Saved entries
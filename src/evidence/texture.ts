import {
  GAUSSIAN_ALPHA,
  gaussianMeanLine,
  type HeightMap,
  mapParameters,
  normalRange,
  type Profile,
  profileParameters,
} from '../physics/texture/index.js';
import type { EvidenceCheck } from './check.js';

const TOPIC = 'Surface texture';
const UM = 1e-6;
/** Points of ten whole periods of 10 µm. */
const POINTS = 2000;
const SPACING = 0.05 * UM;

const profile = (f: (turns: number) => number): Profile => ({
  spacing: SPACING,
  heights: Float64Array.from({ length: POINTS }, (_, i) => UM * f((i + 0.5) / 200)),
});
const sine = () => profileParameters(profile((turns) => Math.sin(2 * Math.PI * turns)));
const triangle = () => profileParameters(profile((turns) => 4 * Math.abs((turns % 1) - 0.5) - 1));

function grooves(): HeightMap {
  // Four periods and the six points that the slope formula leaves out.
  const [columns, rows] = [406, 32];
  const heights = Float64Array.from(
    { length: columns * rows },
    (_, i) => UM * Math.sin((2 * Math.PI * (i % columns)) / 100),
  );
  return { columns, rows, spacingX: 0.1 * UM, spacingY: 0.1 * UM, heights };
}

/** Share of a sine that the middle of a long profile keeps in the mean line. */
function kept(wavelengthOverIndex: number): number {
  const middle = 2000;
  const wave = 10 * UM * wavelengthOverIndex;
  const heights = Float64Array.from({ length: 2 * middle + 1 }, (_, i) =>
    Math.cos((2 * Math.PI * (i - middle) * SPACING) / wave),
  );
  return gaussianMeanLine({ spacing: SPACING, heights }, 10 * UM).heights[middle];
}

const definition = {
  topic: TOPIC,
  source: 'definitions of ISO 21920-2:2021, integrals of the wave by hand',
  howKnown: 'memory',
  toleranceReason: 'sampled at 200 points a period: below 1e-4 of the amplitude',
} as const;
const filter = {
  topic: TOPIC,
  source: 'ISO 16610-21:2011, exp(−π(α index/λ)²) with α = sqrt(ln 2/π)',
  howKnown: 'memory',
  unit: '1',
} as const;

const transmission = (wavelengthOverIndex: number, expected: number): EvidenceCheck => ({
  ...filter,
  id: `texture.gaussian-${wavelengthOverIndex}`,
  quantity: `share of a sine of ${wavelengthOverIndex} nesting indices that the Gaussian filter keeps in the mean line`,
  expected,
  tolerance: 1e-6,
  toleranceReason: 'six decimals printed; the profile is sampled at 100 points a period or more',
  compute: () => kept(wavelengthOverIndex),
});

export const textureChecks: readonly EvidenceCheck[] = [
  {
    ...definition,
    id: 'texture.sine-ra',
    quantity: 'Ra of a sine of amplitude 1 µm, 2A/π',
    expected: 0.63662,
    unit: 'µm',
    tolerance: 1e-4,
    compute: () => sine().ra / UM,
  },
  {
    ...definition,
    id: 'texture.sine-rq',
    quantity: 'Rq of a sine of amplitude 1 µm, A/√2',
    expected: Math.SQRT1_2,
    unit: 'µm',
    tolerance: 1e-5,
    toleranceReason: 'tabulated to five decimals',
    compute: () => sine().rq / UM,
  },
  {
    ...definition,
    id: 'texture.triangle-rq',
    quantity: 'Rq of a triangle of amplitude 1 µm, A/√3',
    expected: 0.57735,
    unit: 'µm',
    tolerance: 1e-4,
    compute: () => triangle().rq / UM,
  },
  {
    ...definition,
    id: 'texture.triangle-rku',
    quantity: 'Rku of a triangle, 9/5',
    expected: 1.8,
    unit: '1',
    tolerance: 1e-3,
    compute: () => triangle().rku,
  },
  {
    topic: TOPIC,
    id: 'texture.sine-sdr',
    quantity: 'Sdr of a one-directional sine, 1 µm on 10 µm',
    source: 'definition of ISO 25178-2; complete elliptic integral, computed separately',
    howKnown: 'memory',
    expected: 9.2384,
    unit: '%',
    tolerance: 1e-4,
    toleranceReason: 'four decimals kept',
    compute: () => 100 * mapParameters(grooves()).sdr,
  },
  {
    ...filter,
    id: 'texture.gaussian-alpha',
    quantity: 'constant α of the Gaussian filter',
    expected: 0.4697,
    tolerance: 5e-5,
    toleranceReason: 'four printed digits',
    compute: () => GAUSSIAN_ALPHA,
  },
  transmission(0.5, 0.0625),
  transmission(1, 0.5),
  transmission(2, 0.840896),
  {
    topic: TOPIC,
    id: 'texture.normal-range',
    quantity: 'mean range of 25 normal heights over their standard deviation (behind Rz to Rq)',
    source: 'L. H. C. Tippett, Biometrika 17, 1925; factor d2 of control charts, ISO 7870-2',
    howKnown: 'memory',
    expected: 3.931,
    unit: '1',
    tolerance: 5e-4,
    toleranceReason: 'three printed decimals',
    compute: () => normalRange(25),
  },
];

- WORK REQUEST -
Restate each entry above word for word.

- OUTPUT BELOW -
filename src/evidence/texture.ts
import {
  GAUSSIAN_ALPHA,
  gaussianMeanLine,
  type HeightMap,
  mapParameters,
  normalRange,
  type Profile,
  profileParameters,
} from '../physics/texture/index.js';
import type { EvidenceCheck } from './check.js';

const TOPIC = 'Surface texture';
const UM = 1e-6;
/** Points of ten whole periods of 10 µm. */
const POINTS = 2000;
const SPACING = 0.05 * UM;

const profile = (f: (turns: number) => number): Profile => ({
  spacing: SPACING,
  heights: Float64Array.from({ length: POINTS }, (_, i) => UM * f((i + 0.5) / 200)),
});
const sine = () => profileParameters(profile((turns) => Math.sin(2 * Math.PI * turns)));
const triangle = () => profileParameters(profile((turns) => 4 * Math.abs((turns % 1) - 0.5) - 1));

function grooves(): HeightMap {
  // Four periods and the six points that the slope formula leaves out.
  const [columns, rows] = [406, 32];
  const heights = Float64Array.from(
    { length: columns * rows },
    (_, i) => UM * Math.sin((2 * Math.PI * (i % columns)) / 100),
  );
  return { columns, rows, spacingX: 0.1 * UM, spacingY: 0.1 * UM, heights };
}

/** Share of a sine that the middle of a long profile keeps in the mean line. */
function kept(wavelengthOverIndex: number): number {
  const middle = 2000;
  const wave = 10 * UM * wavelengthOverIndex;
  const heights = Float64Array.from({ length: 2 * middle + 1 }, (_, i) =>
    Math.cos((2 * Math.PI * (i - middle) * SPACING) / wave),
  );
  return gaussianMeanLine({ spacing: SPACING, heights }, 10 * UM).heights[middle];
}

const definition = {
  topic: TOPIC,
  source: 'definitions of ISO 21920-2:2021, integrals of the wave by hand',
  howKnown: 'memory',
  toleranceReason: 'sampled at 200 points a period: below 1e-4 of the amplitude',
} as const;
const filter = {
  topic: TOPIC,
  source: 'ISO 16610-21:2011, exp(−π(α index/λ)²) with α = sqrt(ln 2/π)',
  howKnown: 'memory',
  unit: '1',
} as const;

const transmission = (wavelengthOverIndex: number, expected: number): EvidenceCheck => ({
  ...filter,
  id: `texture.gaussian-${wavelengthOverIndex}`,
  quantity: `share of a sine of ${wavelengthOverIndex} nesting indices that the Gaussian filter keeps in the mean line`,
  expected,
  tolerance: 1e-6,
  toleranceReason: 'six decimals printed; the profile is sampled at 100 points a period or more',
  compute: () => kept(wavelengthOverIndex),
});

export const textureChecks: readonly EvidenceCheck[] = [
  {
    ...definition,
    id: 'texture.sine-ra',
    quantity: 'Ra of a sine of amplitude 1 µm, 2A/π',
    expected: 0.63662,
    unit: 'µm',
    tolerance: 1e-4,
    compute: () => sine().ra / UM,
  },
  {
    ...definition,
    id: 'texture.sine-rq',
    quantity: 'Rq of a sine of amplitude 1 µm, A/√2',
    expected: Math.SQRT1_2,
    unit: 'µm',
    tolerance: 1e-5,
    toleranceReason: 'tabulated to five decimals',
    compute: () => sine().rq / UM,
  },
  {
    ...definition,
    id: 'texture.triangle-rq',
    quantity: 'Rq of a triangle of amplitude 1 µm, A/√3',
    expected: 0.57735,
    unit: 'µm',
    tolerance: 1e-4,
    compute: () => triangle().rq / UM,
  },
  {
    ...definition,
    id: 'texture.triangle-rku',
    quantity: 'Rku of a triangle, 9/5',
    expected: 1.8,
    unit: '1',
    tolerance: 1e-3,
    compute: () => triangle().rku,
  },
  {
    topic: TOPIC,
    id: 'texture.sine-sdr',
    quantity: 'Sdr of a one-directional sine, 1 µm on 10 µm',
    source: 'definition of ISO 25178-2; complete elliptic integral, computed separately',
    howKnown: 'memory',
    expected: 9.2384,
    unit: '%',
    tolerance: 1e-4,
    toleranceReason: 'four decimals kept',
    compute: () => 100 * mapParameters(grooves()).sdr,
  },
  {
    ...filter,
    id: 'texture.gaussian-alpha',
    quantity: 'constant α of the Gaussian filter',
    expected: 0.4697,
    tolerance: 5e-5,
    toleranceReason: 'four printed digits',
    compute: () => GAUSSIAN_ALPHA,
  },
  transmission(0.5, 0.0625),
  transmission(1, 0.5),
  transmission(2, 0.840896),
  {
    topic: TOPIC,
    id: 'texture.normal-range',
    quantity: 'mean range of 25 normal heights over their standard deviation (behind Rz to Rq)',
    source: 'L. H. C. Tippett, Biometrika 17, 1925; factor d2 of control charts, ISO 7870-2',
    howKnown: 'memory',
    expected: 3.931,
    unit: '1',
    tolerance: 5e-4,
    toleranceReason: 'three printed decimals',
    compute: () => normalRange(25),
  },
];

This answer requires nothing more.